•Sign up for my newsletter•
•TJThornePhotography.com•
•Follow me on Instagram•
•Follow me on Facebook•
I am going through the process of selling my house and moving my life (I am staying in the Portland area) and with that comes something that I’ve been thinking about more and more: simplification.
I don’t have a problem with the simplification. There are a lot of things that I have that I don’t need and I’m fine with getting rid of those. Many times during this moving phase I’ve come across something that I haven’t looked at or touched since I unpacked it when I moved in. And before that the last time was when I packed it up at a previous residence. I just keep moving these things back and forth across the country. For what?
Sometimes it’s a practical thing. Sure I can get rid of EVERYTHING I own but I will need something to sit on wherever I end up. I will need a table and plates for my son and I to eat dinner on. I will need my tools for fixing my car, building a clubhouse, or general maintenance.
I often struggle with the decision to keep these higher ticket or practical items but then there are the things that help me create experiences: photo equipment, my music player for road trips, backpacking equipment, my hockey equipment, skateboard, snowboard, etc. These things feel more important to me than the practical things and they should; They are contributing to experiences and memories. These are things I will keep. That’s a no brainer.
And now the next rung on the way up the ladder for me: keepsakes. These are the things that help jog my memory or items that have been passed down to me as family heirlooms: framed photos of ancestors, my grandfather’s trumpet, an iron door stopper in the shape of a frog that I LOVED seeing at my grandparents’ house as a kid, hair from my son’s first haircut, his first tooth lost, etc. Seemingly, these should be a no-brainer “KEEP THEM” moment. But they’re not. I struggle with this. They are still just ‘things’. They just happen to be things that remind me of specific times, places, and people. Are those times, places, and people any less a part of my being without the ‘things’ that remind me? Is carrying around these items worth the couple times in my life that they will get me to stop and think of that one specific moment? Will letting these things go erode the importance of their meaning? Will the things that are a part of me deep down go away when I don’t have an item to recall them? This is a hard decision for me.

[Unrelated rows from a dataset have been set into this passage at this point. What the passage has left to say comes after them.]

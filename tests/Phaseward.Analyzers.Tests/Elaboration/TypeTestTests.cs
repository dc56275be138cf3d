using System.Threading.Tasks;
using Phaseward.Analyzers.Tests.Verifiers;

namespace Phaseward.Analyzers.Tests.Elaboration;
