using System;
using System.Threading.Tasks;
using Microsoft.CodeAnalysis;
using Microsoft.CodeAnalysis.Testing;
using Phaseward.Analyzers.Tests.Verifiers;
using Phaseward.Checking;

namespace Phaseward.Analyzers.Tests.Elaboration;

/// <summary>
/// A field, property, array element or struct member whose type is a library struct outside the pure library
/// (<c>DateTime</c>, <c>Guid</c>, <c>TimeSpan</c>, a generic library struct such as <c>KeyValuePair&lt;int, Net&gt;</c> or
/// <c>List&lt;int&gt;.Enumerator</c>) holds a default the elaborator does not make. Reading it before anything was assigned is
/// PW9001 at the read, naming the type -- never a silent unknown that quietly drops or misnames devices. What depends on
/// it is skipped: no stage is made from the count it decides.
/// </summary>
public class LibraryStructDefaultTests
{
    private const string Why = "is read before a value is assigned to it, and the default of a library struct outside the pure library is not made at compile time";

    private const string WhyInLibrary = "a value used here holds it (a field or element never assigned), and the default of a library struct outside the pure library is not made at compile time";

    public static TheoryData<string, string, string, string, string, string> Reads() => new()
    {
        // name, declarations beside the design, the design's members, statements setting count (the read marked #0),
        // the type PW9001 names, the why (null: the read itself, quoted)
        { "field of a block",
            "public sealed class Stage : Block { private System.DateTime stamp; public int Count; protected override void Describe(Circuit c) { Count = {|#0:stamp|}.Ticks == 0 ? 1 : 2; c.Inverter(c.Input(\"i\"), \"s\" + Count); } }",
            "", "var stage = new Stage(); c.Place(stage, \"st\"); count = stage.Count;", "DateTime", "'stamp' " + Why },
        { "static field of the design", "", "private static System.Guid id;", "count = $\"{{|#0:id|}}\".Length;", "Guid", "'id' " + Why },
        { "static field of a helper class", "public static class Plan { public static System.DateTime Started; }", "",
            "count = {|#0:Plan.Started|}.Year;", "DateTime", "'Plan.Started' " + Why },
        { "auto-property of the design", "", "private System.TimeSpan Period { get; set; }", "count = {|#0:Period|}.Milliseconds;", "TimeSpan", "'Period' " + Why },
        { "static auto-property", "", "private static System.DateTimeOffset Since { get; }", "count = {|#0:Since|}.Offset.Hours;", "DateTimeOffset", "'Since' " + Why },
        { "field of a struct of the design", "public struct Holder { public System.DateTime When; public int N; }", "private Holder holder;",
            "var when = {|#0:holder.When|}; count = new System.Collections.Generic.List<System.DateTime> { when }.Count;", "DateTime", "'holder.When' " + Why },
        { "field of a struct read by a property pattern", "public struct Holder { public System.Guid Id; public int N; }", "private Holder holder;",
            "count = holder is { {|#0:Id|}: var id } ? 3 : 1;", "Guid", "'Id' " + Why },
        { "generic library struct", "", "private System.Collections.Generic.KeyValuePair<int, Net> pair;", "count = {|#0:pair|}.Key;",
            "KeyValuePair<int, Net>", "'pair' " + Why },
        { "enumerator of a list", "", "private System.Collections.Generic.List<int>.Enumerator items;", "var copy = {|#0:items|}; count = copy.Current;",
            "List<int>.Enumerator", "'items' " + Why },
        { "element of a new array", "", "", "var stamps = new System.DateTime[2]; count = {|#0:stamps[1]|}.Day;", "DateTime", "'stamps[1]' " + Why },
        { "element met by a library method", "", "", "count = {|#0:string.Join(\",\", new System.DateTime[2])|}.Length;", "DateTime", WhyInLibrary },
        { "element met by a foreach", "", "", "count = 0; foreach (var stamp in new System.Guid[2]) count += {|#0:stamp|}.ToString().Length;", "Guid", "'stamp' " + Why },
        { "field printed by a record's generated ToString", "public record struct Sample(int Value) { public System.DateTime Taken; }", "",
            "count = {|#0:new Sample(3).ToString()|}.Length;", "DateTime", WhyInLibrary },
        { "field compared by a record's generated equality", "public sealed record Sample(int Value) { public System.Guid Id; }", "",
            "count = {|#0:new Sample(3) == new Sample(3)|} ? 3 : 1;", "Guid", WhyInLibrary },
        { "field read by a compound assignment", "", "private System.TimeSpan elapsed;",
            "{|#0:elapsed|} += {|#1:System.TimeSpan.FromTicks(3)|}; count = elapsed.Milliseconds;", "TimeSpan", "'elapsed' " + Why },
    };

    [Theory]
    [MemberData(nameof(Reads))]
    public async Task AReadOfTheUnmadeDefaultIsPW9001NamingTheType(string kind, string declarations, string members, string statements, string type, string why)
    {
        var source = Source(declarations, members, statements);
        var expected = new DiagnosticResult(RuleCatalog.NotElaborated.Id, DiagnosticSeverity.Warning).WithLocation(0)
            .WithArguments("the default value of '" + type + "'", why, "D");
        var test = new PhasewardAnalyzerTest<ElaborationAnalyzer>(source, expected);
        // 'FromTicks' is not a pure library member: the compound assignment's operand (#1) is reported too.
        if (statements.Contains("{|#1:", StringComparison.Ordinal))
            test.TestState.ExpectedDiagnostics.Add(new DiagnosticResult(RuleCatalog.NotElaborated.Id, DiagnosticSeverity.Warning)
                .WithLocation(1).WithArguments("the call to 'TimeSpan.FromTicks(long)'",
                    "it is outside what compile-time elaboration runs (only the Phaseward DSL, methods of this compilation and pure library members such as string, Math, LINQ and the collections)",
                    "D"));
        await test.RunAsync();

        // What depends on the value is skipped: no stage is made from a count it decided.
        var result = new InMemoryDesigns(("/defaults/D.cs", Plain(source))).CompileTime("Defaults.D");
        Assert.DoesNotContain(result.Netlist!.Devices, d => d.Name.StartsWith("s", StringComparison.Ordinal) || d.Name.StartsWith("st.s", StringComparison.Ordinal));
        Assert.True(result.Issues.Count >= 1, kind);
    }

    [Fact]
    public void ALocalAssignedThroughOutIsReadWithTheAssignedValue()
    {
        // Declared without a value, then assigned by an out argument (and by 'out var'): the default is never read, so
        // nothing is reported and the netlist is the run-time one.
        var designs = new InMemoryDesigns(("/defaults/D.cs", Source("", """
                private static void Pick(out System.Collections.Generic.KeyValuePair<string, int> pair) => pair = new("p", 2);
                private static bool Try(out System.Collections.Generic.KeyValuePair<string, int> pair) { pair = new("q", 1); return true; }
                """, """
                System.Collections.Generic.KeyValuePair<string, int> chosen;
                Pick(out chosen);
                count = chosen.Value + (Try(out var other) ? other.Value : 5);
                """)));
        ParityTests.AssertParity(designs, "Defaults.D");
        Assert.Equal(3, designs.CompileTime("Defaults.D").Netlist!.Devices.Count);
    }

    [Fact]
    public void AFieldAssignedBeforeItIsReadIsNotReported()
    {
        // A field of such a type that the constructor assigns (from a value the elaborator can make) is read normally.
        var designs = new InMemoryDesigns(("/defaults/D.cs", Source("",
            "private readonly System.Collections.Generic.KeyValuePair<int, string> pair; public D() { pair = new(3, \"three\"); }",
            "count = pair.Key;")));
        ParityTests.AssertParity(designs, "Defaults.D");
        Assert.Equal(3, designs.CompileTime("Defaults.D").Netlist!.Devices.Count);
    }

    private static string Source(string declarations, string members, string statements) => InverterChainDesign.Source("Defaults", declarations, members, statements);

    private static string Plain(string marked) => InverterChainDesign.WithoutMarkup(marked);
}
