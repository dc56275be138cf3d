using System;
using System.Collections.Generic;
using System.IO;
using System.Linq;
using System.Reflection;
using System.Threading;
using Microsoft.CodeAnalysis;
using Microsoft.CodeAnalysis.CSharp;
using Phaseward.Analyzers.Elaboration;
using Phaseward.Analyzers.Tests.Verifiers;
using Phaseward.Netlists;

namespace Phaseward.Analyzers.Tests.Elaboration;

/// <summary>
/// Compiles design sources in memory (offline reference assemblies + Phaseward.dll) and elaborates each design both ways:
/// at compile time with the elaborator, and at run time by loading the emitted assembly and calling Design.Elaborate().
/// </summary>
internal sealed class InMemoryDesigns
{
    private readonly Lazy<Assembly> assembly;

    public InMemoryDesigns(params (string Path, string Text)[] sources)
    {
        var options = new CSharpParseOptions(LanguageVersion.Latest);
        Compilation = CSharpCompilation.Create("Designs" + Guid.NewGuid().ToString("N"),
            sources.Select(s => CSharpSyntaxTree.ParseText(s.Text, options, s.Path, System.Text.Encoding.UTF8)),
            PhasewardTest.References,
            new CSharpCompilationOptions(OutputKind.DynamicallyLinkedLibrary, nullableContextOptions: NullableContextOptions.Enable));
        var errors = Compilation.GetDiagnostics().Where(d => d.Severity == DiagnosticSeverity.Error).ToList();
        if (errors.Count > 0)
            throw new InvalidOperationException("Test designs do not compile:\n" + string.Join("\n", errors));
        Session = CompilationElaborations.For(Compilation) ?? throw new InvalidOperationException("Phaseward is not referenced.");
        assembly = new Lazy<Assembly>(Emit);
    }

    public CSharpCompilation Compilation { get; }

    public ElaborationSession Session { get; }

    public static InMemoryDesigns FromFiles(params string[] paths)
        => new(paths.Select(p => (p, File.ReadAllText(p))).ToArray());

    public IReadOnlyList<string> DesignNames => Session.Catalog.Designs.Select(d => d.Type.ToDisplayString()).ToList();

    public ElaborationResult CompileTime(string typeName, ElaborationLimits? limits = null)
    {
        var design = Session.Catalog.Designs.Single(d => d.Type.ToDisplayString() == typeName || d.Type.Name == typeName);
        return DesignElaborator.Elaborate(Session, design, limits ?? ElaborationLimits.Default, CancellationToken.None);
    }

    public Netlist RunTime(string typeName, params object[] constructorArguments)
    {
        var type = assembly.Value.GetTypes().Single(t => t.FullName == typeName || t.Name == typeName);
        var design = (Design)Activator.CreateInstance(type, constructorArguments)!;
        return design.Elaborate();
    }

    private Assembly Emit()
    {
        using var stream = new MemoryStream();
        var emitted = Compilation.Emit(stream);
        if (!emitted.Success)
            throw new InvalidOperationException(string.Join("\n", emitted.Diagnostics));
        return Assembly.Load(stream.ToArray());
    }
}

I think what it comes down to for me right now is enriching my life. I want to live in a way where my priorities are creating experiences for myself and the people I care about. I figure the more of those that are created, the more we have to fall back on in memory, and the more full our hearts and souls will be. The things tie me down. They’re addictive. They make me compromise in ways that I shouldn’t so that I can afford a place to keep them. I surround myself with them, afraid of letting go, afraid that I will lose a part of myself.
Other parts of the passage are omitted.